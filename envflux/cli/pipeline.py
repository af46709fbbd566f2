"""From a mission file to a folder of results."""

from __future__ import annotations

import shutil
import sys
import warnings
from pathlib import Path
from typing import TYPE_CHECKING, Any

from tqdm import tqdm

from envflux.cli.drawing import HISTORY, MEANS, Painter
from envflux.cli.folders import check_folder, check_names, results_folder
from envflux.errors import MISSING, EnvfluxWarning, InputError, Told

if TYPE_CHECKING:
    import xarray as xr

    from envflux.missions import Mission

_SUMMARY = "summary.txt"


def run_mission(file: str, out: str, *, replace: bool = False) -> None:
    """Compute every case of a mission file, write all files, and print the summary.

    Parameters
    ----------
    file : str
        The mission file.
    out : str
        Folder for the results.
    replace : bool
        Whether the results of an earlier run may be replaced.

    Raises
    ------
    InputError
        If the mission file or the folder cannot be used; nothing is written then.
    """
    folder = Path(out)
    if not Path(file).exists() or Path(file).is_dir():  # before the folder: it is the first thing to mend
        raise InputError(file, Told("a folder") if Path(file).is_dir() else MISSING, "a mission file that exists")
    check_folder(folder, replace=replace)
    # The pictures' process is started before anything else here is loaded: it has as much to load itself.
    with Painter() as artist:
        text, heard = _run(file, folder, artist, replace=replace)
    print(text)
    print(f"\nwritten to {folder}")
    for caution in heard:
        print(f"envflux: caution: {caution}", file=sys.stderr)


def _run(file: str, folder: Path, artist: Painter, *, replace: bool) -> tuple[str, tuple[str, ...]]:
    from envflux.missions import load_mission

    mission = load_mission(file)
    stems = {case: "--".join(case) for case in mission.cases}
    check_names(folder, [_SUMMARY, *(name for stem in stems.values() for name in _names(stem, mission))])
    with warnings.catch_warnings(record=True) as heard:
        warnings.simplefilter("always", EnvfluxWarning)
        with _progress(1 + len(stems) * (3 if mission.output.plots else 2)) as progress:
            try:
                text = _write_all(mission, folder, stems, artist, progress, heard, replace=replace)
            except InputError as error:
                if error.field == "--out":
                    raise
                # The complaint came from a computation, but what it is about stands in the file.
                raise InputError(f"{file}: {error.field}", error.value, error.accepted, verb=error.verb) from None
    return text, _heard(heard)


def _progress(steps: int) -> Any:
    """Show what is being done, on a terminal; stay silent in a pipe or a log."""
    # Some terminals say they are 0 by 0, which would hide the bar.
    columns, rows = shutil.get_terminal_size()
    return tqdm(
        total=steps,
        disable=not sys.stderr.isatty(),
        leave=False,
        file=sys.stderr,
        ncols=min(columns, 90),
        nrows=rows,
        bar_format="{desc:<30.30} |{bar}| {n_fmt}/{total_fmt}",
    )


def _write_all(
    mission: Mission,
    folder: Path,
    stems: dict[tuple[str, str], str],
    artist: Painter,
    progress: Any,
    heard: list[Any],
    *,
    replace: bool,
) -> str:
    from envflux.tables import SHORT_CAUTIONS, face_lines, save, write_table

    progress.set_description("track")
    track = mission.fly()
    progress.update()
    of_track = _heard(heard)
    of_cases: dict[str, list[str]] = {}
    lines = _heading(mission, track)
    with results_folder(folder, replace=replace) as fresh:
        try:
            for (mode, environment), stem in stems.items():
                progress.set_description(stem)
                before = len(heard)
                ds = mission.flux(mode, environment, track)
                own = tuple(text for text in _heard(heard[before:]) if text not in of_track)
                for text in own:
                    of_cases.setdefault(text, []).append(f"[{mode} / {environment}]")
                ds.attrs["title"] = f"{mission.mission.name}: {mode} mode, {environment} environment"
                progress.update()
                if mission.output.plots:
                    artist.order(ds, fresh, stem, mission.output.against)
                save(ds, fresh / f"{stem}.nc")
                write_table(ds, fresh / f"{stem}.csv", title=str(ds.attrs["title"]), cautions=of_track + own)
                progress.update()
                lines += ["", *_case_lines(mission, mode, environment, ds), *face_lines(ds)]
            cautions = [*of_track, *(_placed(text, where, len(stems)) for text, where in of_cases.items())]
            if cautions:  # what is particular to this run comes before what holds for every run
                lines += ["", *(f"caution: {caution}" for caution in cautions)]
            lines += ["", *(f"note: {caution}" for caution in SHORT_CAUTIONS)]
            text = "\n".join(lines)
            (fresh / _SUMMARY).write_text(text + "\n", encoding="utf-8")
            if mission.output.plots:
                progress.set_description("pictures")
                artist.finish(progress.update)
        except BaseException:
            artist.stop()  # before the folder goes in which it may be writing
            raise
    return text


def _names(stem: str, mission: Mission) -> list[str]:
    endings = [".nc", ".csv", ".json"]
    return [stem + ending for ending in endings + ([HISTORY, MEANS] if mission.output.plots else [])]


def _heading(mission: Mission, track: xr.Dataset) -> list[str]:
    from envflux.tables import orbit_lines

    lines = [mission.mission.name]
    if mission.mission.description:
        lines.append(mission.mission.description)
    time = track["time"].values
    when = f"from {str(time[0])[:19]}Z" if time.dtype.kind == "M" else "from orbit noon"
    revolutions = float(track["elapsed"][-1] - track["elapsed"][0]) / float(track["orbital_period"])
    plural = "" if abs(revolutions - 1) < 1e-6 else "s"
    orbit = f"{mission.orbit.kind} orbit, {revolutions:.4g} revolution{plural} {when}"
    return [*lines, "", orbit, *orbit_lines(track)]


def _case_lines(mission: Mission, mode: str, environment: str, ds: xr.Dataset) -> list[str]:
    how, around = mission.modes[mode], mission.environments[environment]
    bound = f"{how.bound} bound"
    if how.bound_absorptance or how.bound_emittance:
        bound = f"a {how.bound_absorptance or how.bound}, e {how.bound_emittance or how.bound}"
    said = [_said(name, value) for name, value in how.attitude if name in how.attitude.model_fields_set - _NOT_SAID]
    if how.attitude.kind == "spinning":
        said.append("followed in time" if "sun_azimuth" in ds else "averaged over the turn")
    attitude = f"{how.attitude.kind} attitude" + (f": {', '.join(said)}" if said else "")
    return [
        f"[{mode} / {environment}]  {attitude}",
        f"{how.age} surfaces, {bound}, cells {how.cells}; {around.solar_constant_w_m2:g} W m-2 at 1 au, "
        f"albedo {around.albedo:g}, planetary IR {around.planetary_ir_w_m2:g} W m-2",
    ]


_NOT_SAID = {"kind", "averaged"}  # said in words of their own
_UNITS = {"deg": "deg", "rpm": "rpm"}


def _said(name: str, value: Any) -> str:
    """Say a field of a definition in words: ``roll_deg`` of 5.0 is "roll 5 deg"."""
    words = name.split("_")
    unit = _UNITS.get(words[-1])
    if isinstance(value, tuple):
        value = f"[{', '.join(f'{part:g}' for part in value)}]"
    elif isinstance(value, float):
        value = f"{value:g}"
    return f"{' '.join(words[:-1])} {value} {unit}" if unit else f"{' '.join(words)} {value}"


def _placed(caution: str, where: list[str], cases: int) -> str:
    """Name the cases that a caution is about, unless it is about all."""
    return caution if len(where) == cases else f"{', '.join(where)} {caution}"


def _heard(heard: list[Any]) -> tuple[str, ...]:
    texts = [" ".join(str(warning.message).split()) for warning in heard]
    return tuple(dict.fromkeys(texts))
********************
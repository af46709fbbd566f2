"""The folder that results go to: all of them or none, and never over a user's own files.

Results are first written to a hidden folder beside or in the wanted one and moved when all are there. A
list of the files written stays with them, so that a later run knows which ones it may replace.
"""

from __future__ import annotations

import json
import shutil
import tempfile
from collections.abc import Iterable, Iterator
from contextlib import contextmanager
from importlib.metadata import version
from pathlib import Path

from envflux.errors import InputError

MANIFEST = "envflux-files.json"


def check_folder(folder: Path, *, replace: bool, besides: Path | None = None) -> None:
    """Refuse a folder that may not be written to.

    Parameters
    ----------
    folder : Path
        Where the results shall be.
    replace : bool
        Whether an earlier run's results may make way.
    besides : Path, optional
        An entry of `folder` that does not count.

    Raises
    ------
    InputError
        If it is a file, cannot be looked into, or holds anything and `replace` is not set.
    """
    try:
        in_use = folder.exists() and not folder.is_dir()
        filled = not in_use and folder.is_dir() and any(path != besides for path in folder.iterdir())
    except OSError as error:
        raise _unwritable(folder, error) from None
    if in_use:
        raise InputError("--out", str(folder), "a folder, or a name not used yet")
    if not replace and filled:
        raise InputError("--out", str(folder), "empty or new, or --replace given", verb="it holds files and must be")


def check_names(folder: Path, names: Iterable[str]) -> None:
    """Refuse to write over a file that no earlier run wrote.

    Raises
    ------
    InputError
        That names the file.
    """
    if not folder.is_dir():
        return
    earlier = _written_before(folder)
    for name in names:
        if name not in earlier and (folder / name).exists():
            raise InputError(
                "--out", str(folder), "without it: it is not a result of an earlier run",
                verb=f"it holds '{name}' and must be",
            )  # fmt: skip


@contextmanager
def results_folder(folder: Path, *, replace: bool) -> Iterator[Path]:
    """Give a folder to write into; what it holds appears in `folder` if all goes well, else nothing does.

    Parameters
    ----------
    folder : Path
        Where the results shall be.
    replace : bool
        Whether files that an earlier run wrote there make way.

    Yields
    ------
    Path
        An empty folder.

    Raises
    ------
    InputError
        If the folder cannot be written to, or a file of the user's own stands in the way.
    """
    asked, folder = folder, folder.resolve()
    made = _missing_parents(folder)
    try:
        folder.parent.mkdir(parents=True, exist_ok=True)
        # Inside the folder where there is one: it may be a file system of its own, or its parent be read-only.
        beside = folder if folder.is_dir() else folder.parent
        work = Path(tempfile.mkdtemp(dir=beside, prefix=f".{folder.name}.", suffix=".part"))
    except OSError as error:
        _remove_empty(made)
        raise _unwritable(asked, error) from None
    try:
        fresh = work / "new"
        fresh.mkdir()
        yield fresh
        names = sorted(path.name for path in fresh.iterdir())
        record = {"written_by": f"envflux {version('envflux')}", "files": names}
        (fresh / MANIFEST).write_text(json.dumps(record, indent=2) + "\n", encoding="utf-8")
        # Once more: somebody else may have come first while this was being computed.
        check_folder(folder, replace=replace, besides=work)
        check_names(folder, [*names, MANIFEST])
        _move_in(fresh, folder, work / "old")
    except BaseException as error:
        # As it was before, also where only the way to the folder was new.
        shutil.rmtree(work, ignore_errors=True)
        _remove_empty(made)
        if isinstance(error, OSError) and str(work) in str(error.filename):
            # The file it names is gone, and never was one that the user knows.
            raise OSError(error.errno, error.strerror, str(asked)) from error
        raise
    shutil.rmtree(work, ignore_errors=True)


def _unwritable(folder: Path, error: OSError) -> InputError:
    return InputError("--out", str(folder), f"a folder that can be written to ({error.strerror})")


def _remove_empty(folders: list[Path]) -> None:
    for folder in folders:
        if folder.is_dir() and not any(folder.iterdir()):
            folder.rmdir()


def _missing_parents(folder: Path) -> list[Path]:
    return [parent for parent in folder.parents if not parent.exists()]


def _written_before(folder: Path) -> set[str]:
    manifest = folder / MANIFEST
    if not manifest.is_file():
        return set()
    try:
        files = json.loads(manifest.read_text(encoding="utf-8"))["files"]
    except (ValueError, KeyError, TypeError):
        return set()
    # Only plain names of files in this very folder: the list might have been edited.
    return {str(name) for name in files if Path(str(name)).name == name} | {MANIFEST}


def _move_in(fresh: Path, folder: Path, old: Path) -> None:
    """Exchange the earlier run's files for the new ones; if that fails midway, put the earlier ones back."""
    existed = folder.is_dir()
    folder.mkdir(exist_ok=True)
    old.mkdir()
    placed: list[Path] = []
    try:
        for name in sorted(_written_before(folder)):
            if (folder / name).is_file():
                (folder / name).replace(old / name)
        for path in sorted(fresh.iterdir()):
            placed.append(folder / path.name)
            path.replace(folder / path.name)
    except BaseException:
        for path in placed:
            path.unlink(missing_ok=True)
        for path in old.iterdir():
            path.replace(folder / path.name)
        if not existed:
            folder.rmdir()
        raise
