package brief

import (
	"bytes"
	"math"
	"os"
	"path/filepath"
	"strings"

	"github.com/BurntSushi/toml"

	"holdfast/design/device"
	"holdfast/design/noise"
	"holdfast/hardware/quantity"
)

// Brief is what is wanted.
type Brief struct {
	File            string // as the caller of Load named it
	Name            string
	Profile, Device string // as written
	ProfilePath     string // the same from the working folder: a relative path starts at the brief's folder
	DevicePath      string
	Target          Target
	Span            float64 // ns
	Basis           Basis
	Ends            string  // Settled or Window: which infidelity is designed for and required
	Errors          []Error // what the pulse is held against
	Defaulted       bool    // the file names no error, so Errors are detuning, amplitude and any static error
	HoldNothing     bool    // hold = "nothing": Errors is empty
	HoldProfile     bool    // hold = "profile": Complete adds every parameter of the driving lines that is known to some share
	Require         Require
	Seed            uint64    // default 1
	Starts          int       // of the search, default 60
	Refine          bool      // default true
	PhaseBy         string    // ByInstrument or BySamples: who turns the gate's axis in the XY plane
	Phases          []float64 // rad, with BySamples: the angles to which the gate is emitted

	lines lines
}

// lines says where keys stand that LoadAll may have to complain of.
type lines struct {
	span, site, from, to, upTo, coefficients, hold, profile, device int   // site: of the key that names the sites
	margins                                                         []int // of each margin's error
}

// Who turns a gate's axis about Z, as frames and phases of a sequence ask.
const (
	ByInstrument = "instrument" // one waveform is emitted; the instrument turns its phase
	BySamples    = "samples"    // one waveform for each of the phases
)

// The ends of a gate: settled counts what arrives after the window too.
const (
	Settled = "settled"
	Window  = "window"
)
********************
The required answer is the run of lines above, starting at the line with "for case in" and ending at the line with "progress, heard, replace=replace)", reproduced exactly with both ends.

    stems = {case: "--".join(case) for case in mission.cases}
    check_names(folder, [_SUMMARY, *(name for stem in stems.values() for name in _names(stem, mission))])
    with warnings.catch_warnings(record=True) as heard:
        warnings.simplefilter("always", EnvfluxWarning)
        with _progress(1 + len(stems) * (3 if mission.output.plots else 2)) as progress:
            try:
                text = _write_all(mission, folder, stems, artist, progress, heard, replace=replace)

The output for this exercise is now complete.